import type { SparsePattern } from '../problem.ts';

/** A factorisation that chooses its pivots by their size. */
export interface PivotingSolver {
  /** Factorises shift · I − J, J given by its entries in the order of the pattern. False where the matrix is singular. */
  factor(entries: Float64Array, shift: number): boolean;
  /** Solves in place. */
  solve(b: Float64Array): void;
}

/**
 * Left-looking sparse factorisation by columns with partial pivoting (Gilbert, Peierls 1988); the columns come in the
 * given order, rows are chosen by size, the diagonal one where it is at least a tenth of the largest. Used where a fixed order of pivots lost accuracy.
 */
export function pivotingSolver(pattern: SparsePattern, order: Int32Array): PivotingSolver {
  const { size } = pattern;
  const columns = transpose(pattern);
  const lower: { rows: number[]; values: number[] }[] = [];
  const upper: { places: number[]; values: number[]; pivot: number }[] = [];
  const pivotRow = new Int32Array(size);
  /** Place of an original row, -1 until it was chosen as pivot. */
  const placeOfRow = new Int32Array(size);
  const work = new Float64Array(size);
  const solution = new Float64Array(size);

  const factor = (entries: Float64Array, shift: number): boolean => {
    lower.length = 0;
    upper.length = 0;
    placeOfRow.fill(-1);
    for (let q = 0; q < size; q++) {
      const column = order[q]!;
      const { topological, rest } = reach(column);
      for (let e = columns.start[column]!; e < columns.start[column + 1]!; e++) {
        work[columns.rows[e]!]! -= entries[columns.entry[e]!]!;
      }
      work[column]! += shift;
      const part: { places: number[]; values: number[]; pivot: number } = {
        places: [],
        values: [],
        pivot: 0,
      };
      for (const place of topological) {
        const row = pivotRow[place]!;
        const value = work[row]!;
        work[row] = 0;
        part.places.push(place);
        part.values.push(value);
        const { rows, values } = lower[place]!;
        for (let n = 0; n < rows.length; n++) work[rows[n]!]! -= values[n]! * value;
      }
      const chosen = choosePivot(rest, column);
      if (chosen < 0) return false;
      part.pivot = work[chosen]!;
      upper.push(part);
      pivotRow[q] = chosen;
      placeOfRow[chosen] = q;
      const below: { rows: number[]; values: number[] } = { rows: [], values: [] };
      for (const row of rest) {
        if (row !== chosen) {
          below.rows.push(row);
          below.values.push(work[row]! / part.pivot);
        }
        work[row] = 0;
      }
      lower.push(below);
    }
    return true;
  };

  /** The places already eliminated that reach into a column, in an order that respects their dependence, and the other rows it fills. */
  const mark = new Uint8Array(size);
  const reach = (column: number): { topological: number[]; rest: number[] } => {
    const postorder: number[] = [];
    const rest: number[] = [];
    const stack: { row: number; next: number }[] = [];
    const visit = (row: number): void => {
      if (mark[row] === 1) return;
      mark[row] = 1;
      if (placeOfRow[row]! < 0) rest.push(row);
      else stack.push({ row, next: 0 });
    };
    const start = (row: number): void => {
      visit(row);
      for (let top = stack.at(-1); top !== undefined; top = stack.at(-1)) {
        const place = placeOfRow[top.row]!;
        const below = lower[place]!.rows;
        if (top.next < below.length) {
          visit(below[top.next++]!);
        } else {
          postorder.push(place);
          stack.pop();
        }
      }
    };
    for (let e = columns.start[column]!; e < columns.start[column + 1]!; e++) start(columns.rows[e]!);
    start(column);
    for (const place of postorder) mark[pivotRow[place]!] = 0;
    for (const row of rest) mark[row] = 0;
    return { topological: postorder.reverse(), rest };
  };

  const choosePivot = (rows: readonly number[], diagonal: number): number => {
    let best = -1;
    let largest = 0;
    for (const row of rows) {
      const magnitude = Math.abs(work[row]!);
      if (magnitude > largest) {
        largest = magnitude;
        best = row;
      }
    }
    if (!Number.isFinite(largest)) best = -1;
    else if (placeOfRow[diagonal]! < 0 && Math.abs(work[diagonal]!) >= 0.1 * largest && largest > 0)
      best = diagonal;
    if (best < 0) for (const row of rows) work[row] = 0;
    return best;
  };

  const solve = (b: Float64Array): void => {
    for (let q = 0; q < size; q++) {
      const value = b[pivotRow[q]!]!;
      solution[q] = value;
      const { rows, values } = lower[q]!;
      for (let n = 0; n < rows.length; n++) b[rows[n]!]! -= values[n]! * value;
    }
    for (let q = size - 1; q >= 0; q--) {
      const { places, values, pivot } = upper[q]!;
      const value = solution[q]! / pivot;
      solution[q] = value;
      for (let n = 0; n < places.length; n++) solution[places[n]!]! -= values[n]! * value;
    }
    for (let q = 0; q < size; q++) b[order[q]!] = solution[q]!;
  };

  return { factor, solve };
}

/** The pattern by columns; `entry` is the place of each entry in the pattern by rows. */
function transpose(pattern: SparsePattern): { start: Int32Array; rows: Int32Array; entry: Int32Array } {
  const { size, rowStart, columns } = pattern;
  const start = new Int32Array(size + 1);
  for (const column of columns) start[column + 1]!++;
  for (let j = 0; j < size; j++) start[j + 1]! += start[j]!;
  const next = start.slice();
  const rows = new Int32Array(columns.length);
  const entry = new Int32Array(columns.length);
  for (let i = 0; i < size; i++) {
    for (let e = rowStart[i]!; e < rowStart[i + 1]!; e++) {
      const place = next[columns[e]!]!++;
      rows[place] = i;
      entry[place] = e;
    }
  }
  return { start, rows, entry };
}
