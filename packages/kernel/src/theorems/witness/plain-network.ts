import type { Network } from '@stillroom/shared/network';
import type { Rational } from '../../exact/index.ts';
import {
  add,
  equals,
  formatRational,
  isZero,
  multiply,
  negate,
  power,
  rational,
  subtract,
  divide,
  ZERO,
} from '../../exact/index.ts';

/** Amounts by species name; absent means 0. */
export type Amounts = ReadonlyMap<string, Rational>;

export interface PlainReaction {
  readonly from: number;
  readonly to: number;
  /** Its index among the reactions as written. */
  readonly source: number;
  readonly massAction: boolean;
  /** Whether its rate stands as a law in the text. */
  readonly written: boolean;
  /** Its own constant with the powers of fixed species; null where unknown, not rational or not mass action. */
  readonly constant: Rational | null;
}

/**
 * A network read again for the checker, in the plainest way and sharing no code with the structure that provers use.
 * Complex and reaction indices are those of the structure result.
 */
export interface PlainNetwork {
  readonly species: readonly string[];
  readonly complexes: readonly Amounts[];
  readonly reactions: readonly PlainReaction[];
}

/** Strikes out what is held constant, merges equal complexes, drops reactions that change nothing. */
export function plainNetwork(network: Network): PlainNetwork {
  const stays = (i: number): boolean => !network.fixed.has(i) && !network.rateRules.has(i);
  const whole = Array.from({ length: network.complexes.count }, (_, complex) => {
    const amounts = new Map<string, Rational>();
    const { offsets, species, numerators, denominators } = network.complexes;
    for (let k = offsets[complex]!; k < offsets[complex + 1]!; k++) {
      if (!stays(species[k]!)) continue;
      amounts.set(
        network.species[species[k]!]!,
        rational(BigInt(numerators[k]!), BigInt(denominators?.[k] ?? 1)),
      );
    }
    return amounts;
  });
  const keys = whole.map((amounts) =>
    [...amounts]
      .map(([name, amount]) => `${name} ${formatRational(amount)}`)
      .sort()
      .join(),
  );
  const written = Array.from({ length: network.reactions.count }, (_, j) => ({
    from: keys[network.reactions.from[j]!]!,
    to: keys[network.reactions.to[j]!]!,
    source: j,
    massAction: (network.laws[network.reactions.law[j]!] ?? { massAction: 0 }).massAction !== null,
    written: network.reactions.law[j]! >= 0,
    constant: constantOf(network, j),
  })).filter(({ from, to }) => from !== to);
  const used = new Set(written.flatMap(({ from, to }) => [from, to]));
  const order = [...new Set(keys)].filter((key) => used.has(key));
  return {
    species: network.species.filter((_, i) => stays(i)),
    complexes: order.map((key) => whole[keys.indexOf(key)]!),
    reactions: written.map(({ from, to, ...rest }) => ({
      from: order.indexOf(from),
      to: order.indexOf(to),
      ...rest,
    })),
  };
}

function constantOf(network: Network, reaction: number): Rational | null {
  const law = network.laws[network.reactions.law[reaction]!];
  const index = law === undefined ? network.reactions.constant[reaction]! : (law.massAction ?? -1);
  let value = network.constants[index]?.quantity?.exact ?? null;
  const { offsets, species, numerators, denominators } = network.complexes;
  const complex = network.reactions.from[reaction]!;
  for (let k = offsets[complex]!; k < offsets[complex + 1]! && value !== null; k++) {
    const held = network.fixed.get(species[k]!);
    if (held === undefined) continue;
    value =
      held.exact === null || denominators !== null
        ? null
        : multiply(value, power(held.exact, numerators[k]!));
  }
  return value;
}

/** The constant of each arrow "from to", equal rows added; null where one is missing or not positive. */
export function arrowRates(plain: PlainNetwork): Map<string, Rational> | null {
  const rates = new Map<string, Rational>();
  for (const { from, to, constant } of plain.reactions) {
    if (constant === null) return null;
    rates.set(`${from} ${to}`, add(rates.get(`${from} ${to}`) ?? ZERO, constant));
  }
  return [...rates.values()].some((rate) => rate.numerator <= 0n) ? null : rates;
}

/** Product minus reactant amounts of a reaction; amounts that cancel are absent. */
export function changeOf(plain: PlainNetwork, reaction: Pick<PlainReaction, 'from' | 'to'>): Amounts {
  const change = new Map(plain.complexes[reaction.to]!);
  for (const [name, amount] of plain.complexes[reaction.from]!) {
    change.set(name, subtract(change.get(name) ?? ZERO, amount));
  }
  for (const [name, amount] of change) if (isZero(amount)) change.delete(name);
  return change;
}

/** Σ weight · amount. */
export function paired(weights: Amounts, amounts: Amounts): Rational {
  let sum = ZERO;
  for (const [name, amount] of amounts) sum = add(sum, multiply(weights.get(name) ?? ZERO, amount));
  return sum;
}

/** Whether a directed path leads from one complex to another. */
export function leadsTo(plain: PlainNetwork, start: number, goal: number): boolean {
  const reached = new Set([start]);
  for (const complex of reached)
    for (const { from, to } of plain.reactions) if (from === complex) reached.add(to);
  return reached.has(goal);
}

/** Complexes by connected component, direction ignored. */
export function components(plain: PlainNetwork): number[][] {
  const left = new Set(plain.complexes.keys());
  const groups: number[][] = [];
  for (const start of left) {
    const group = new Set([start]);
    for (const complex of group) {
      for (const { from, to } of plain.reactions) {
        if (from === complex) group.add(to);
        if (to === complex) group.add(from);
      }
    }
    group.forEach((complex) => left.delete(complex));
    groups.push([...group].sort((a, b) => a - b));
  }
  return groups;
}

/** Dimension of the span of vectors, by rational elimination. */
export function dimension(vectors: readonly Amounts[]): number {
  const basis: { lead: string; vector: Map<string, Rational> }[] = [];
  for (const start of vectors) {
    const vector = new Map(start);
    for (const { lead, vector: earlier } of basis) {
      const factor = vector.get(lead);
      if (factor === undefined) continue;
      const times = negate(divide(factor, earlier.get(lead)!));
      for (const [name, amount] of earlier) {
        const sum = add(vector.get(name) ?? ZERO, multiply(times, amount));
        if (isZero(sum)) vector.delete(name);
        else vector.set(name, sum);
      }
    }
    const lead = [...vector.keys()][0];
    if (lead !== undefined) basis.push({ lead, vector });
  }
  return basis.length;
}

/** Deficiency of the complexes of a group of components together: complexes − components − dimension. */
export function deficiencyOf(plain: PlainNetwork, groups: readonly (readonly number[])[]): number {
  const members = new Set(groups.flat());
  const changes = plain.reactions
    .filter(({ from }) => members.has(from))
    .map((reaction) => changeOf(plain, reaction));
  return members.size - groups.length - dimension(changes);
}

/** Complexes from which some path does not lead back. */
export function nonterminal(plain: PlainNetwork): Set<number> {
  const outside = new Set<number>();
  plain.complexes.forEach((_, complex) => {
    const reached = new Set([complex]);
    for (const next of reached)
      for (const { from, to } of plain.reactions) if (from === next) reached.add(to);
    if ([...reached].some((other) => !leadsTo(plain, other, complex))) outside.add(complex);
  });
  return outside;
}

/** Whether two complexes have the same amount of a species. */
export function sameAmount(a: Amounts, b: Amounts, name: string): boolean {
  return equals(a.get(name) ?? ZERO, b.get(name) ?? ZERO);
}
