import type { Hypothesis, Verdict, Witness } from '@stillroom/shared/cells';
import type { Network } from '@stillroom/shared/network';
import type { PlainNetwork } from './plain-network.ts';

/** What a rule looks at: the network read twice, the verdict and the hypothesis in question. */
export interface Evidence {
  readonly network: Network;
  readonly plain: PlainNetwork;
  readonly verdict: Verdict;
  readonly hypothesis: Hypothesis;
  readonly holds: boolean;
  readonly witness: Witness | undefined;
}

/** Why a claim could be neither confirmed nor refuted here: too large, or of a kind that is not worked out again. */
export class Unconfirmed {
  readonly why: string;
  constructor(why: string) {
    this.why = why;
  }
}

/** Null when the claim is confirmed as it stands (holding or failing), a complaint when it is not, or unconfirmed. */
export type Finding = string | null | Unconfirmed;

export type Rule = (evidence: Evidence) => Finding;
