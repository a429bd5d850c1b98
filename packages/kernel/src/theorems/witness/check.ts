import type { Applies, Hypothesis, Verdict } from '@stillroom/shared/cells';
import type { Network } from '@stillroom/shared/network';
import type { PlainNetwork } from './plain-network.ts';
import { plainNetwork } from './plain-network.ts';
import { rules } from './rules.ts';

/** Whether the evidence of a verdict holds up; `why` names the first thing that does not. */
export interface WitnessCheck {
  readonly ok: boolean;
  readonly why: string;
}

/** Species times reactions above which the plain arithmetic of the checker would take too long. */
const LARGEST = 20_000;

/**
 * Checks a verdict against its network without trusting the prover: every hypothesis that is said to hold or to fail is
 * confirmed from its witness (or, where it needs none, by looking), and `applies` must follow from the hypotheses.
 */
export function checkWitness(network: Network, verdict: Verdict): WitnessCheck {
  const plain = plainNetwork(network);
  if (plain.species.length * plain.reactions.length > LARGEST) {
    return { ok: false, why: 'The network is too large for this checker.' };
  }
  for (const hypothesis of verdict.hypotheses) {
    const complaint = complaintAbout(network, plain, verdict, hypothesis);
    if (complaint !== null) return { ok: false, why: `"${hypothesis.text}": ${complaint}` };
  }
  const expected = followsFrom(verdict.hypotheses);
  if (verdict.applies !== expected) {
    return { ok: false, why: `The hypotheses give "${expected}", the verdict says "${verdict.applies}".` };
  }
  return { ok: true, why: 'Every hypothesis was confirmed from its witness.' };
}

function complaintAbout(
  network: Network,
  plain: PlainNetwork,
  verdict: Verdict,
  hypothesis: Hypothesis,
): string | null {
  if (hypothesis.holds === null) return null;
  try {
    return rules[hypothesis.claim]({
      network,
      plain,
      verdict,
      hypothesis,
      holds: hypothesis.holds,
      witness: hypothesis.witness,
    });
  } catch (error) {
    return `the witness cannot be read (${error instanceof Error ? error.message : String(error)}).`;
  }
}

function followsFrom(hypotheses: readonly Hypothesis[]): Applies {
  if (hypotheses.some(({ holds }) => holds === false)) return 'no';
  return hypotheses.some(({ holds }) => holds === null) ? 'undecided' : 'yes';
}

#### [Exercise goal]
From the entries above, copy every line where the word "shift" shows up.

#### [Task output]
  /** Factorises shift · I − J, J given by its entries in the order of the pattern. False where the matrix is singular. */
  factor(entries: Float64Array, shift: number): boolean;
  const factor = (entries: Float64Array, shift: number): boolean => {
      work[column]! += shift;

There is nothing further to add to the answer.